Input records:
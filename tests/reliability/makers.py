"""Invented test inputs made on the fly: result files of any size (written row by row, never held
whole in memory), a gzip bomb, and small workspace helpers shared by the reliability tests.

Everything here is invented test input, never a check value from outside.
"""

from __future__ import annotations

import csv
import gzip
import random
import sqlite3
import time
import zlib
from dataclasses import dataclass
from pathlib import Path

HEADER = ["cycle", "state", "chamber", "district", "party", "candidate", "votes"]
LABELS = ("Harbour", "Upland", "Greens")  # a, b and one "other" label (see tests/conftest.py CONFIG)


@dataclass(frozen=True)
class Shape:
    """How many units (cycles x states x chambers), districts per unit and lines per district."""

    cycles: tuple[int, ...] = (2016, 2018, 2020, 2022)
    states: int = 4
    chambers: tuple[str, ...] = ("federal",)
    districts: int = 50
    lines: int = 3

    @property
    def units(self) -> int:
        return len(self.cycles) * self.states * len(self.chambers)

    @property
    def rows(self) -> int:
        return self.units * self.districts * self.lines


def state_code(i: int) -> str:
    return "S" + chr(65 + i // 26) + chr(65 + i % 26)


def write_results(path: Path, shape: Shape, *, seed: int = 0, bump: int = 0, compress: bool = False) -> dict:
    """Write a native long CSV of ``shape`` row by row; return per-unit counts
    ``{(cycle, state, chamber): (contests, vote_lines)}``. ``bump`` adds that many votes to every
    line of party a (a correction of the same units)."""
    rng = random.Random(seed)
    counts = {}
    opener = (lambda p: gzip.open(p, "wt", encoding="utf-8", newline="", compresslevel=1)) if compress else \
        (lambda p: open(p, "w", encoding="utf-8", newline=""))
    with opener(path) as fh:
        out = csv.writer(fh, lineterminator="\n")
        out.writerow(HEADER)
        for cycle in shape.cycles:
            for s in range(shape.states):
                state = state_code(s)
                for chamber in shape.chambers:
                    for d in range(1, shape.districts + 1):
                        for line in range(shape.lines):
                            label = LABELS[line % len(LABELS)]
                            votes = rng.randint(1_000, 90_000) + (bump if line == 0 else 0)
                            out.writerow([cycle, state, chamber, d, label, f"Cand {state}-{d}-{line}", votes])
                    counts[(cycle, state, chamber)] = (shape.districts, shape.districts * shape.lines)
    return counts


def wait_for(predicate, timeout: float, what: str):
    """Poll ``predicate`` until it returns something true and return that (a hang guard, not a
    speed claim); fail the test after ``timeout`` seconds."""
    end = time.monotonic() + timeout
    while time.monotonic() < end:
        value = predicate()
        if value:
            return value
        time.sleep(0.05)
    raise AssertionError(f"timed out waiting for {what}")


def gzip_bomb(path: Path, decompressed_bytes: int, *, chunk: int = 8 * 2**20) -> int:
    """A single-member gzip of ``decompressed_bytes`` zeros, compressed chunk by chunk (the zeros
    are never all in memory); returns the compressed size."""
    zeros = bytes(chunk)
    crc = 0
    with open(path, "wb") as fh:
        fh.write(b"\x1f\x8b\x08\x00\x00\x00\x00\x00\x02\xff")  # gzip header, no name, mtime 0
        comp = zlib.compressobj(9, zlib.DEFLATED, -15)
        left = decompressed_bytes
        while left:
            n = min(chunk, left)
            block = zeros if n == chunk else bytes(n)
            crc = zlib.crc32(block, crc)
            fh.write(comp.compress(block))
            left -= n
        fh.write(comp.flush())
        fh.write(crc.to_bytes(4, "little") + (decompressed_bytes & 0xFFFFFFFF).to_bytes(4, "little"))
    return path.stat().st_size


# -- looking at a store ---------------------------------------------------------------------------

def open_plain(path: Path) -> sqlite3.Connection:
    """A plain sqlite3 connection (no levelfield code), as an analyst's tool would open the store."""
    return sqlite3.connect(f"file:{path}?mode=rw", uri=True, timeout=30)


def results_rows(conn: sqlite3.Connection) -> list[tuple]:
    """district_results without load_id, sorted."""
    return sorted(conn.execute(
        "SELECT cycle, state, chamber, district, party, candidate, votes, status FROM district_results"))


def units_rows(conn: sqlite3.Connection) -> list[tuple]:
    """The units table without ids and load ids: (cycle, state, chamber, certification,
    content_sha256, current?, supersedes someone?), sorted."""
    return sorted(conn.execute(
        "SELECT cycle, state, chamber, certification, content_sha256, superseded_by IS NULL, "
        "supersedes IS NOT NULL FROM units"))


def unit_counts(conn: sqlite3.Connection) -> dict[tuple, tuple[int, int]]:
    """Per current unit: (contests, vote lines)."""
    return {(c, s, ch): (n_contests, n_votes) for c, s, ch, n_contests, n_votes in conn.execute(
        "SELECT u.cycle, u.state, u.chamber, COUNT(DISTINCT c.id), COUNT(v.id) FROM units u "
        "LEFT JOIN contests c ON c.unit_id = u.id LEFT JOIN votes v ON v.contest_id = c.id "
        "WHERE u.superseded_by IS NULL GROUP BY u.id")}


def store_bytes(path: Path) -> bytes:
    """The store's bytes with everything in its write-ahead log folded in (a template to copy)."""
    conn = sqlite3.connect(path)
    try:
        conn.execute("PRAGMA wal_checkpoint(TRUNCATE)")
    finally:
        conn.close()
    return path.read_bytes()


def loads_rows(conn: sqlite3.Connection) -> list[tuple]:
    """The loads table without ids, timestamps and reports: (file, sha256, outcome, rows, units)."""
    return sorted(conn.execute(
        "SELECT file_name, sha256, outcome, rows_accepted, units_new, units_corrected, units_unchanged, "
        "supersedes IS NOT NULL FROM loads"))


def snapshot(path: Path) -> dict:
    """What two stores must agree on to be 'the same' (ids, timestamps and reports aside)."""
    conn = open_plain(path)
    try:
        return {"results": results_rows(conn), "units": units_rows(conn), "loads": loads_rows(conn)}
    finally:
        conn.close()


# -- a command in a warm process --------------------------------------------------------------------

RUNNER = Path(__file__).with_name("runner.py")


class Warm:
    """``levelfield ARGS`` in a process that has done its imports and waits for :meth:`go`."""

    def __init__(self, *args: str, env: dict | None = None):
        import subprocess
        import sys

        self.proc = subprocess.Popen([sys.executable, str(RUNNER), *args], stdin=subprocess.PIPE,
                                     stdout=subprocess.PIPE, stderr=subprocess.PIPE, env=env)
        self.started = None
        self.marks: list[str] = []
        self._early: list[bytes] = []  # output read before finish()

    def go(self) -> None:
        import time

        line = self.proc.stdout.readline()
        assert line == b"ready\n", (line, self.proc.stderr.read())
        self.started = time.perf_counter()
        self.proc.stdin.write(b"go\n")
        self.proc.stdin.flush()

    def kill_at(self, delay: float) -> None:
        """SIGKILL ``delay`` seconds after :meth:`go` (at once if the command is already done)."""
        import os
        import signal
        import time

        left = self.started + delay - time.perf_counter()
        if left > 0:
            time.sleep(left)
        try:
            os.kill(self.proc.pid, signal.SIGKILL)
        except ProcessLookupError:
            pass

    def kill_after(self, mark: str, delay: float) -> bool:
        """SIGKILL ``delay`` seconds after the command printed the marker line ``mark``; False when
        it ended without printing it."""
        import os
        import signal
        import time

        for raw in self.proc.stdout:
            self._early.append(raw)
            if raw.decode("utf-8", "replace").strip() == mark:
                time.sleep(delay)
                try:
                    os.kill(self.proc.pid, signal.SIGKILL)
                except ProcessLookupError:
                    pass
                return True
        return False

    def finish(self, timeout: float = 120) -> tuple[int, str, str]:
        """Wait for the end; return (exit code, stdout, stderr). Marker lines are kept apart."""
        out, err = self.proc.communicate(timeout=timeout)
        lines = b"".join([*self._early, out]).decode("utf-8", "replace").splitlines()
        self.marks = [line for line in lines if line.startswith("@")]
        text = "\n".join(line for line in lines if not line.startswith("@"))
        return self.proc.returncode, text, err.decode("utf-8", "replace")

    def timed(self, timeout: float = 120) -> tuple[int, dict[str, list[float]], str]:
        """Run to the end, timing each marker from :meth:`go` (a calibration run)."""
        import time

        times: dict[str, list[float]] = {}
        for raw in self.proc.stdout:
            line = raw.decode("utf-8", "replace").strip()
            times.setdefault(line if line.startswith("@") else "output", []).append(time.perf_counter() - self.started)
        self.proc.wait(timeout=timeout)
        times["exit"] = [time.perf_counter() - self.started]
        return self.proc.returncode, times, self.proc.stderr.read().decode("utf-8", "replace")


# -- peak memory of a command ----------------------------------------------------------------------

_MEASURE = (
    "import resource, subprocess, sys\n"
    "code = subprocess.call(sys.argv[2:], stdout=open(sys.argv[1], 'wb'), stderr=subprocess.STDOUT)\n"
    "print(code, resource.getrusage(resource.RUSAGE_CHILDREN).ru_maxrss)\n"
)


def run_peak_rss(args: list[str], output: Path, env: dict | None = None) -> tuple[int, float]:
    """Run ``args`` and return (exit code, its peak RSS in MB); its stdout and stderr go to ``output``.

    The command runs as the child of a small Python process that reads
    ``getrusage(RUSAGE_CHILDREN)``: measured from the test process directly, a child's
    ``ru_maxrss`` would include the test process's own memory, which the child shares until exec.
    """
    import subprocess
    import sys

    done = subprocess.run([sys.executable, "-c", _MEASURE, str(output), *args], capture_output=True, text=True,
                          env=env, check=True)
    code, kilobytes = done.stdout.split()
    return int(code), int(kilobytes) / 1024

Activity:
Reproduce only this range: the first line of the data above through the line with "line of party", both included, exactly as written.

Response to the task:
filename tests/reliability/makers.py
"""Invented test inputs made on the fly: result files of any size (written row by row, never held
whole in memory), a gzip bomb, and small workspace helpers shared by the reliability tests.

Everything here is invented test input, never a check value from outside.
"""

from __future__ import annotations

import csv
import gzip
import random
import sqlite3
import time
import zlib
from dataclasses import dataclass
from pathlib import Path

HEADER = ["cycle", "state", "chamber", "district", "party", "candidate", "votes"]
LABELS = ("Harbour", "Upland", "Greens")  # a, b and one "other" label (see tests/conftest.py CONFIG)


@dataclass(frozen=True)
class Shape:
    """How many units (cycles x states x chambers), districts per unit and lines per district."""

    cycles: tuple[int, ...] = (2016, 2018, 2020, 2022)
    states: int = 4
    chambers: tuple[str, ...] = ("federal",)
    districts: int = 50
    lines: int = 3

    @property
    def units(self) -> int:
        return len(self.cycles) * self.states * len(self.chambers)

    @property
    def rows(self) -> int:
        return self.units * self.districts * self.lines


def state_code(i: int) -> str:
    return "S" + chr(65 + i // 26) + chr(65 + i % 26)


def write_results(path: Path, shape: Shape, *, seed: int = 0, bump: int = 0, compress: bool = False) -> dict:
    """Write a native long CSV of ``shape`` row by row; return per-unit counts
    ``{(cycle, state, chamber): (contests, vote_lines)}``. ``bump`` adds that many votes to every
    line of party a (a correction of the same units)."""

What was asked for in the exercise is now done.